8. Spice it up with non-sodium ingredients
In addition to using low sodium foods, you can reduce the overall sodium in your diet by flavoring your food with non-sodium spices. Learn to love the flavors of your low sodium foods and spices. Here’s a list of great spices to season your food that can help keep your blood pressure in check:
- Fresh citrus juice & zest (i.e. lemon juice, lime zest)

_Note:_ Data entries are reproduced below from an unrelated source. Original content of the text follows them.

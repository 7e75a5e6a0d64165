"""The JSON tree of a ``.towboard`` file to a Project.

Decoding collects every problem with its field path instead of stopping at the
first, and turns the core's own validation errors into file problems. Every number is
checked against its rule (core.model.rules) in the file's own units, every name as
text that can be written back; nothing hostile (deep nesting, huge integers, a list
where a name is expected, a null where a number is expected) gets past the loader to
fail later in a report, a briefing or a save.
"""

from __future__ import annotations

import itertools
import math
from collections import Counter
from collections.abc import Callable, Iterator, Sequence
from functools import partial
from operator import attrgetter
from typing import Any, TypeVar, get_args

import numpy as np

from core.errors import InputError, OutlineError, Problem
from core.frames import bearing_to_angle
from core.io import plain
from core.io.fileformat import (
    FILE_UNITS,
    FORMAT_NAME,
    KN,
    PLACEMENT_OPTIONAL,
    PLACEMENT_REQUIRED,
    TUG_OPTIONAL,
    TUG_REQUIRED,
    Json,
    num,
)
from core.model import rules
from core.model.capability import WAYS, Capability, CapabilityCurve
from core.model.conditions import Conditions
from core.model.conditions import rule as condition_rule
from core.model.drift import DriftSettings
from core.model.efficiency import EfficiencyTable
from core.model.goals import GOAL_KINDS, Goal, goal_from_parts
from core.model.headway import HeadwayTable
from core.model.hull import ADDED_MASS_METHODS, Fitting, Hull
from core.model.plan import (
    STAGE_KINDS,
    BodyPose,
    GroupMember,
    LashedGroup,
    Project,
    Revision,
    Site,
    SiteFeature,
    Stage,
    StageLimits,
)
from core.model.swing import SWING_SIDES, Swing
from core.model.tugs import TENSION_WARN_FRACTION, Placement, Tug
from core.units import CHOICES, DisplayUnits

T = TypeVar("T")

_NUMBER_TYPES = (int, float)
#: SI value of one file unit of each kind of number (kN, kn, m, deg, %...).
_FILE_FACTORS = {kind: rules.unit_of(kind, FILE_UNITS)[0] for kind in get_args(rules.Kind)}
_LO, _HI = rules.COORDINATE.low, rules.COORDINATE.high


def describe(value: Any) -> str:
    """A value from the file as a message shows it, short and safe to print."""
    if value is None:
        return "null"
    if isinstance(value, bool):
        return "true" if value else "false"
    if isinstance(value, int):
        digits = len(str(abs(value))) if abs(value) < 10**300 else None
        return repr(value) if digits is not None and digits <= 20 else "a very long integer"
    if isinstance(value, float):
        return repr(value)
    if isinstance(value, str):
        text = value if len(value) <= 40 else f"{value[:37]}..."
        return ascii(text) if not text.isprintable() else repr(text)
    if isinstance(value, list):
        if len(value) <= 4 and not any(isinstance(v, list | dict) for v in value):
            return f"[{', '.join(describe(v) for v in value)}]"
        return "a list"
    if isinstance(value, dict):
        return "an object"
    return type(value).__name__


def _key(key: str) -> str:
    """A field name for a path: as written when plain, escaped otherwise."""
    if len(key) <= 40 and key.isprintable():
        return key
    return ascii(key[:40])


def _join(path: str, key: str) -> str:
    return f"{path}.{_key(key)}" if path else _key(key)


_IS_NUMBER = np.frompyfunc(lambda v: type(v) is float or type(v) is int, 1, 1)
#: The keys an object may hold, by its (required, optional) keys.
_KNOWN_KEYS: dict[tuple[tuple[str, ...], tuple[str, ...]], frozenset[str]] = {}


def _plain_pairs(value: list[Any]) -> np.ndarray | None:
    """``value`` as (x, y) floats if every item is a pair of plain numbers within the
    coordinate range (checked for the whole list at once); else None."""
    try:
        obj = np.array(value, dtype=object)
    except (ValueError, TypeError, RecursionError):
        return None
    if obj.ndim != 2 or obj.shape[1] != 2:
        return None
    if not bool(_IS_NUMBER(obj).all()):
        return None
    try:
        v = obj.astype(float)
    except OverflowError:
        return None
    if not (bool(np.isfinite(v).all()) and float(np.abs(v).max(initial=0.0)) <= _HI):
        return None
    return v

- No salt added mixes (i.e. the Mrs. Dash collection)
- Black pepper
- Plain garlic powder (not garlic salt)
- Onion powder
- Mustard seed
- Chili powder
- Fresh herbs like parsley, cilantro, basil, oregano, dill
- Fresh ginger
- Cinnamon
- Vinegar (i.e. red wine vinegar)
How will you lower your blood pressure?
As you can see from the list above, there are many ways to lower your blood pressure. However, managing blood pressure should be a lifelong goal for people with and without a high blood pressure diagnosis. So, as you try to lower your blood pressure, make sure to include your family and the ones you love so that they too can live a healthier lifestyle.